Another force driving sales for the company will come from women. A survey of the wives and girlfriends of nearly 1,000 potential motorcycle buyers indicates less than 5% would approve of their partner spending $15,000 on a Harley Davidson. But, when asked if they would be willing to pay the same amount of money to get their partner a Big Johnson, nearly 4 out 5 thought that would be money well spent. 

One female present at the product unveiling was quoted as saying, "There is no way I will let Lonnie drop 15 grand on another one of those Harleys, but 15 grand to get him a Big Johnson?
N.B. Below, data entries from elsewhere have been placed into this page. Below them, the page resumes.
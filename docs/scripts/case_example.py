"""What the command prints for the case that comes with the library."""

from __future__ import annotations

from pathlib import Path

import wellindex.case
from wellindex.case import figure
from wellindex.case.files import read_file
from wellindex.case.report import as_text
from wellindex.case.run import run_case

EXAMPLE = Path(wellindex.case.__file__).with_name("five_layers.toml")


def printed() -> str:
    """Return the printed results."""
    return as_text(run_case(read_file(EXAMPLE)))


def drawn() -> bytes:
    """Return the figure of its well as SVG."""
    files = figure.as_files(run_case(read_file(EXAMPLE)))
    return next(content for name, content in files.items() if name.endswith(".svg"))
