import { createHash, createHmac, randomUUID } from 'node:crypto';
import { Inject, Injectable } from '@nestjs/common';
import type { Knex } from 'knex';
import { Clock } from '../platform/clock';
import { CONFIG, type Config } from '../platform/config';
import { KNEX } from '../platform/knex';

const HOUR_MS = 3600 * 1000;

/** What a link is for, how long it holds, and the page that it opens. */
export const LINK_PURPOSES = {
  invitation: { validMs: 7 * 24 * HOUR_MS, page: '/invitation' },
  reset: { validMs: HOUR_MS, page: '/reset' },
} as const;
export type LinkPurpose = keyof typeof LINK_PURPOSES;

export interface AccountLink {
  link: string;
  expiresAt: string;
}

/**
 * One-time links with which a person chooses a password. A token is derived from its id and the product's secret, and
 * only its hash is stored: a letter that waits in the queue names the id, so that no usable token stands in the database.
 */
@Injectable()
export class AccountLinksService {
  constructor(
    @Inject(KNEX) private readonly knex: Knex,
    private readonly clock: Clock,
    @Inject(CONFIG) private readonly config: Config,
  ) {}

  /** A new link. Of invitations the newest is the only one that holds. */
  async issue(
    { userId, purpose, id = randomUUID() }: { userId: string; purpose: LinkPurpose; id?: string },
    db: Knex,
  ): Promise<AccountLink & { id: string }> {
    if (purpose === 'invitation') await this.withdraw(userId, db);
    const at = this.clock.now();
    const expiresAt = new Date(at.getTime() + LINK_PURPOSES[purpose].validMs);
    const token = this.tokenOf(id);
    await db('account_tokens').insert({
      id,
      user_id: userId,
      purpose,
      token_hash: hashOf(token),
      created_at: at,
      expires_at: expiresAt,
    });
    return { id, ...this.answer(purpose, token, expiresAt) };
  }

  /** A link that still holds, for a letter that is written now; null once it was used, withdrawn or is too old. */
  async find(id: string): Promise<AccountLink | null> {
    const row = (await this.open(this.knex).where({ id }).first('purpose', 'token_hash', 'expires_at')) as
      { purpose: LinkPurpose; token_hash: string; expires_at: Date } | undefined;
    const token = this.tokenOf(id);
    // Another hash than was stored means that the secret has changed since: the link would open nothing.
    return row?.token_hash === hashOf(token) ? this.answer(row.purpose, token, row.expires_at) : null;
  }

  async exists(id: string, db: Knex): Promise<boolean> {
    return (await db('account_tokens').where({ id }).first('id')) !== undefined;
  }

  /** How many links of a purpose a person was given since a moment, used or not. */
  async countSince(userId: string, purpose: LinkPurpose, since: Date, db: Knex): Promise<number> {
    const row = (await db('account_tokens')
      .where({ user_id: userId, purpose })
      .where('created_at', '>', since)
      .count({ links: '*' })
      .first()) as { links: number } | undefined;
    return Number(row?.links ?? 0);
  }

  /** Uses up a token; answers whose it was, or null where it is unknown, used or too old. */
  async redeem(token: string, purpose: LinkPurpose, db: Knex): Promise<string | null> {
    const [row] = (await this.open(db)
      .where({ token_hash: hashOf(token), purpose })
      .update({ used_at: this.clock.now() }, ['user_id'])) as { user_id: string }[];
    return row?.user_id ?? null;
  }

  /** Links of a person that were not used yet hold no more. */
  async withdraw(userId: string, db: Knex): Promise<void> {
    await db('account_tokens').where({ user_id: userId }).whereNull('used_at').delete();
  }

  async forget(before: Date): Promise<void> {
    await this.knex('account_tokens').where('expires_at', '<', before).delete();
  }

  private open(db: Knex): Knex.QueryBuilder {
    return db('account_tokens').whereNull('used_at').where('expires_at', '>', this.clock.now());
  }

  private tokenOf(id: string): string {
    return createHmac('sha256', this.config.sessionSecret).update(`account link ${id}`).digest('base64url');
  }

  private answer(purpose: LinkPurpose, token: string, expiresAt: Date): AccountLink {
    // After the hash sign: browsers send that part to no server, so it stands in no log.
    const link = new URL(`${LINK_PURPOSES[purpose].page}#${token}`, this.config.publicUrl).href;
    return { link, expiresAt: expiresAt.toISOString() };
  }
}

const hashOf = (token: string) => createHash('sha256').update(token).digest('hex');
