import type { DraftingTable } from '../drafting';
import { figure } from '../figures';
import { at } from '../geometry';
import type { StringPlan } from './plan';

const BARS_MM = [1000, 500, 200, 100, 50] as const;

/** Scale bar and what was assumed, below everything drawn so far. */
export function drawLegend(table: DraftingTable, plan: StringPlan): void {
  const t = table.textHeightMm;
  const { left, right, bottom } = { ...table.bounds() };
  const bar = BARS_MM.find((length) => length <= 0.7 * (right - left)) ?? 50;
  let y = bottom + 2 * t;
  for (const [from, to] of [
    [at(left, y), at(left + bar, y)],
    [at(left, y - 0.35 * t), at(left, y + 0.35 * t)],
    [at(left + bar, y - 0.35 * t), at(left + bar, y + 0.35 * t)],
  ] as const)
    table.add({ kind: 'line', layer: 'note', from, to });
  table.text('note', at(left + bar + 0.6 * t, y + 0.35 * t), `${figure(bar)} mm`);
  for (const words of assumptions(plan)) {
    y += 1.7 * t;
    table.text('note', at(left, y + 0.35 * t), words);
  }
}

export function assumptions(plan: StringPlan): string[] {
  const words: string[] = [];
  if (!plan.diameterKnown) words.push('diameter not known, assumed');
  if (!plan.fittingsKnown) words.push('length of fittings not given');
  if (plan.arrangement === 'v-suspension' && !plan.anglesKnown) words.push('leg angles not given, 45° drawn');
  if (plan.postDeg !== null && !plan.postAngleKnown) words.push('angle of the post not given, 0° drawn');
  if (plan.devices !== 'none' && plan.gapMm === null) words.push('gap of the devices not given');
  return words;
}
Well, that's something we could both enjoy, and it's something he really needs." 

Carla Roundheel, manager of the dealership network now being established, said her motto is simple. "I service what we sell." Big Johnson Motorcycles will be traded on the New York stock exchange under the abbreviation PNSNV.​


----------



## norscaner

Now if those don't sell nothing will


----------



## fogtender

Harley is a lifestyle, even when AMF bought them and drove the brand into the Ground, they still had fanatics following them.

Personally, I would like to get a Honda Goldwing for a cruiser... Not the following of the Harley brand, but a much better running scooter...

I think Johnsonrude is going to have to prove themselves big time to make a dent...


----------



## SShepherd

LOL, yet the bikes in the pics still look like Harleys.

isn't Johnson owned by Bombardier?


----------



## Av8r3400

fogtender said:


> Harley is a lifestyle, even when AMF bought them and drove the brand into the Ground, they still had fanatics following them.
> 
> I think Johnsonrude is going to have to prove themselves big time to make a dent...






If you guys didn't realize, this is a spoof, a joke based off the "Big Johnson" cartoons and t-shirts.


----------



## SShepherd

LOL, I just thought it was funny on many levels............

I have a 140hp johnson on my pontoon boat-- they joke I have "The biggest Johnson on the lake"


plus the idea of a French owned, look alike harley is funny


----------



## muleman RIP

Av8r3400 said:


> If you guys didn't realize, this is a spoof, a joke based off the "Big Johnson" cartoons and t-shirts.


Heck, I was hoping it would run like BCzoom did with the dog!


----------



## Ironman

B_Skurka said:


> At the unveiling of the new line Monday, several current Harley owners agreed. "When I bought my Harley, what I really needed was a Big Johnson," said one Harley owner." But I see now that riding a Harley is no replacement for having a Big Johnson."
> ​


LMAO... 

Buy American dammit!


----------



## fogtender

Av8r3400 said:


> If you guys didn't realize, this is a spoof, a joke based off the "Big Johnson" cartoons and t-shirts.


 
If you look, Johnsonrude is a joke....


----------